Question

Let ∆ ABC be equilateral. On side AB produced, we choose a point P such that A lies between P and B. We now denote α as the lengths of sides of ∆ ABC; r₁ as the radius of incircle of ∆ PAC and r₂ as the ex radius of ∆ PBC with respect to side BC. Then prove that r₁ + r₂ equals \(\frac{α\sqrt{3}}{2}\) .

Answer 1

Let O₁ be the centre of the in-circle of ∆ PAC and O₂ the centre of the circle which touches the triangle PBC on side BC. Let the tangents from P on these two circles touch them at points T₁, T₁′ and T₂, T₂′ respectively. 

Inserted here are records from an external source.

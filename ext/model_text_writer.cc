// Model to text; model_text.h documents the format.
#include <charconv>
#include <cmath>
#include <span>
#include <utility>
#include <vector>

#include "core/support/text.h"
#include "ext/json.h"
#include "ext/model_text.h"
#include "ext/model_text_rules.h"
#include "ext/packed_numbers.h"

namespace ladderline {
namespace {

using namespace model_text;

// Whole numbers without a point; NaN and infinities as null.
Json NumberJson(double number) {
  if (!std::isfinite(number)) return nullptr;
  if (number == std::nearbyint(number) && std::abs(number) < kExactIntegers &&
      !(number == 0 && std::signbit(number)))
    return static_cast<std::int64_t>(number);
  return number;
}

Json RoundedJson(double number, int digits) {
  if (!std::isfinite(number)) return nullptr;
  char text[64];
  const auto end =
      std::to_chars(text, text + sizeof text, number, std::chars_format::scientific, digits - 1)
          .ptr;
  double rounded = number;
  std::from_chars(text, end, rounded);
  return NumberJson(rounded);
}

Json NumbersJson(std::span<const double> numbers) {
  Json out = Json::array();
  for (const double number : numbers) out.push_back(NumberJson(number));
  return out;
}

void PutNumber(Json& out, const char* key, double number) {
  if (!std::isnan(number)) out[key] = NumberJson(number);
}
void PutText(Json& out, const char* key, const std::string& text) {
  if (!text.empty()) out[key] = text;
}
template <class T>
void PutUnless(Json& out, const char* key, const T& value, const T& otherwise) {
  if (value != otherwise) out[key] = value;
}

Json ColumnJson(const ModelColumn& column) {
  Json out;
  out["name"] = column.name;
  PutText(out, "unit", column.unit);
  if (column.role != ColumnRole::kPredictor)
    out["role"] = kColumnRoleNames[static_cast<size_t>(column.role)];
  if (column.kind != ColumnKind::kNumber)
    out["kind"] = kColumnKindNames[static_cast<size_t>(column.kind)];
  PutUnless(out, "transform", column.transform.spec(), std::string("identity"));
  PutUnless(out, "degree", column.degree, 0);
  if (column.role == ColumnRole::kProduct)
    out["parts"] = Json::array(column.parts[0], column.parts[1]);
  if (!std::isnan(column.observed_low)) {
    out["values"] = NumbersJson(std::array{column.observed_low, column.lower_quartile,
                                           column.median, column.upper_quartile,
                                           column.observed_high, column.mean, column.sd});
  }
  for (const CategoryLevel& level : column.levels)
    out["levels"].push_back(Json::array(level.text, level.rows));
  PutUnless(out, "reference", column.reference, -1);
  PutUnless(out, "reference_given", column.reference_given, false);
  PutUnless(out, "merged", column.merged, -1);
  PutUnless<std::int64_t>(out, "missing", column.missing, 0);
  PutUnless<std::int64_t>(out, "outside", column.outside, 0);
  PutText(out, "note", column.note);
  return out;
}

Json TermJson(const ModelTerm& term, const Model& model) {
  Json out;
  out["name"] = term.name;
  const bool is_column = term.factors.size() == 1 && term.factors[0].level < 0 &&
                         term.factors[0].power == 1 &&
                         ColumnOfTerm(model.columns, term.name) ==
                             &model.columns[static_cast<size_t>(term.factors[0].column)];
  if (!term.factors.empty() && !is_column) {
    Json factors = Json::array();
    for (const Factor& factor : term.factors) {
      factors.push_back(factor.level < 0 ? Json::array(factor.column, factor.power)
                                         : Json::array(factor.column, 0, factor.level));
    }
    out["factors"] = std::move(factors);
  }
  out["coefficient"] = NumberJson(term.coefficient);
  PutNumber(out, kErrorKeys[0], term.standard_error[0]);
  constexpr int kRobustDigits = 14;
  for (size_t kind = 1; kind < kErrorKinds; ++kind) {
    if (!std::isnan(term.standard_error[kind]))
      out[kErrorKeys[kind]] = RoundedJson(term.standard_error[kind], kRobustDigits);
  }
  if (HasPower(term, model.columns)) PutNumber(out, "variance_inflation", term.variance_inflation);
  PutText(out, "note", term.note);
  for (const Repeat& repeat : term.repeats)
    out["repeats"].push_back(
        Json::array(std::int64_t{repeat.column}, NumberJson(repeat.coefficient)));
  return out;
}

Json FactsJson(const Model& model) {
  Json out = Json::object();
  for (const FactKey& key : FactKeys()) {
    const double fact = model.facts.*key.fact;
    if (key.derived == nullptr) {
      PutNumber(out, key.key, fact);
    } else if (!Follows(fact, key.derived(model))) {
      out[key.key] = NumberJson(fact);
    }
  }
  return out;
}

Json TestJson(const ColumnTest& test, const Model& model) {
  double inflation = kNaN;
  for (const ModelTerm& term : model.terms) {
    if (ColumnOf(term, model.columns) == test.column && std::isnan(inflation) &&
        !HasPower(term, model.columns))
      inflation = term.variance_inflation;
  }
  Json out = Json::array(test.column, test.parameters, NumberJson(inflation));
  const ColumnTest one = TestOfOne(model, test.column, test.parameters);
  if (!(Follows(test.sum_of_squares, one.sum_of_squares) && Follows(test.f, one.f) &&
        Follows(test.p_value, one.p_value))) {
    for (const double figure : {test.sum_of_squares, test.f, test.p_value})
      out.push_back(NumberJson(figure));
  }
  return out;
}

Json ResidualsJson(const ModelResiduals& residuals) {
  constexpr int kQuantileDigits = 9, kBinDigits = 7;
  Json out = Json::object();
  for (const double quantile : residuals.quantiles)
    out["quantiles"].push_back(RoundedJson(quantile, kQuantileDigits));
  if (residuals.bins.empty()) return out;
  out["fitted"] =
      NumbersJson(std::array{residuals.bins.front().fitted_low, residuals.bins.back().fitted_high});
  for (const ResidualBin& bin : residuals.bins) {
    out["bins"].push_back(
        Json::array(bin.rows, RoundedJson(bin.mean, kBinDigits), RoundedJson(bin.sd, kBinDigits)));
  }
  return out;
}

Json HistogramJson(std::span<const HistogramBin> bins) {
  Json out;
  out["edges"].push_back(NumberJson(bins.front().low));
  for (const HistogramBin& bin : bins) {
    out["edges"].push_back(NumberJson(bin.high));
    out["rows"].push_back(bin.rows);
  }
  return out;
}

Json CheckJson(const Check& check) {
  Json out;
  out["name"] = check.name;
  out["status"] = check.status;
  PutNumber(out, "statistic", check.statistic);
  PutNumber(out, "df", check.df);
  PutNumber(out, "p_value", check.p_value);
  PutText(out, "finding", check.finding);
  PutText(out, "remedy", check.remedy);
  return out;
}

// High and low parts, packed; low parts that are all 0 are left out unless `always_low`.
void PutPacked(Json& out, const char* key, const char* low_key,
               std::span<const DoubleDouble> numbers, bool always_low) {
  std::vector<double> high, low;
  bool has_low = always_low;
  for (const DoubleDouble number : numbers) {
    high.push_back(number.hi);
    low.push_back(number.lo);
    has_low = has_low || number.lo != 0;
  }
  if (key != nullptr) out[key] = PackNumbers(high);
  if (has_low) out[low_key] = PackNumbers(low);
}

Json BasisJson(const Basis& basis, bool with_slopes) {
  const CentredBasis& fit = basis.fit;
  Json out;
  out["centre"] = PackNumbers(fit.centre);
  std::span<const DoubleDouble> slopes = fit.coefficient;
  if (fit.intercept) {
    out["origin"] = NumbersJson(std::array{slopes[0].hi, slopes[0].lo});
    slopes = slopes.subspan(1);
  }
  PutPacked(out, with_slopes ? "slope" : nullptr, "slope_low", slopes, false);
  PutPacked(out, "factor", "factor_low", fit.factor, fit.extended);
  if (basis.robust) {
    Json& robust = out["robust"];
    robust["scale"] = NumberJson(basis.robust->scale);
    PutUnless(robust, "exponent", basis.robust->exponent, 0);
    if (!basis.robust->matrix.empty()) robust["matrix"] = PackNumbers(basis.robust->matrix);
    for (const std::vector<double>& direction : basis.robust->unknown)
      robust["unknown"].push_back(PackNumbers(direction));
  }
  PutNumber(out, "largest_leverage", basis.largest_leverage);
  return out;
}

Json KeyJson(const KeyValue& key) {
  return std::visit(
      [](const auto& value) -> Json {
        if constexpr (std::is_same_v<std::decay_t<decltype(value)>, std::monostate>)
          return nullptr;
        else
          return value;
      },
      key);
}

Json CaseJson(const InfluentialCase& row, const Model& model) {
  constexpr int kDigits = 11;
  Json out = Json::array(KeyJson(row.key), RoundedJson(row.leverage, kDigits),
                         RoundedJson(row.studentized_residual, kDigits));
  if (!Follows(row.cooks_distance, CooksDistanceOf(model, row.studentized_residual, row.leverage)))
    out.push_back(NumberJson(row.cooks_distance));
  return out;
}

}  // namespace

std::string ModelText(const Model& model) {
  Json out;
  out["ladderline_model"] = kModelVersion;
  out["status"] = model.refused() ? "refused" : "fitted";
  PutText(out, "reason", model.reason);
  PutUnless<std::int64_t>(out, "release_floor", model.release_floor, 0);
  out["family"] = model.family;
  PutText(out, "name", model.name);
  PutUnless(out, "intercept", model.intercept, true);
  if (model.errors != ErrorKind::kClassical)
    out["errors"] = kErrorKindNames[static_cast<size_t>(model.errors)];
  PutUnless(out, "level", model.level, 0.95);
  PutUnless<std::int64_t>(out, "clusters", model.clusters, 0);
  Json& rows = out["rows"];
  rows["offered"] = model.rows.offered;
  rows["fitted"] = model.rows.fitted;
  PutUnless<std::int64_t>(rows, "with_gaps", model.rows.with_gaps, 0);
  PutUnless<std::int64_t>(rows, "outside", model.rows.outside, 0);
  for (const ModelColumn& column : model.columns) out["columns"].push_back(ColumnJson(column));
  PutUnless(out, "checks_wanted", model.checks_wanted, true);
  if (!model.refused()) {
    for (const ModelTerm& term : model.terms) out["terms"].push_back(TermJson(term, model));
    out["facts"] = FactsJson(model);
    for (const ColumnTest& test : model.tests) out["tests"].push_back(TestJson(test, model));
    for (const Check& check : model.checks) out["checks"].push_back(CheckJson(check));
    const ResponseHistogram& histogram = model.response_histogram;
    if (!histogram.original.empty()) {
      Json& out_histogram = out["response_histogram"];
      out_histogram["original"] = HistogramJson(histogram.original);
      if (!histogram.scaled.empty()) out_histogram["scaled"] = HistogramJson(histogram.scaled);
    }
    Json residuals = ResidualsJson(model.residuals);
    if (!residuals.empty()) out["residuals"] = std::move(residuals);
    if (model.smearing.kind != Smearing::Kind::kNone) {
      Json& smearing = out["smearing"];
      smearing["kind"] = kSmearingKindNames[static_cast<size_t>(model.smearing.kind)];
      if (!model.smearing.values.empty()) smearing["values"] = NumbersJson(model.smearing.values);
      if (!model.smearing.points.empty()) smearing["points"] = PackNumbers(model.smearing.points);
    }
    for (const InfluentialCase& row : model.influence)
      out["influence"].push_back(CaseJson(row, model));
    out["basis"] = BasisJson(model.basis, HasPolynomial(model));
    PutText(out, "digest", model.digest);
  }
  return out.dump();
}

}  // namespace ladderline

Looking at the figure, we see that ∠T₁O₁R = 60° since each of ∠s O₁T₁A and O₁RA being = 90°, it is the supplement of ∠T₁AR = 120° (as an exterior angle for ∆ ABC). Hence, ∠AO₁R = 30°. Similarly, we obtain ∠BO₂S = 30°.

Since tangents drawn to a circle from an external point are equal, we have

T₁ T₂ = T₁ A + AB + BT₂ = RA + AB + SB 

= r₁ tan 30° + α + r₂ tan 30° = \(\frac{r_1 +r_2}{\sqrt{3}}\) + α

and 

T'₁ T'₂ = T'₁ C + CT'₂ = CR + CS = (α – RA) + (α – SB)

= 2α - \(\frac{r_1 +r_2}{\sqrt{3}}\) 

Since common external tangents to two circles are equal, T₁ T₂ = T'₁T'₂. Hence,

 \(\frac{r_1 +r_2}{\sqrt{3}}\) + α =  2α - \(\frac{r_1 +r_2}{\sqrt{3}}\)  

Hence we find that, r₁ + r₂ = \(\frac{α\sqrt{3}}{2}\)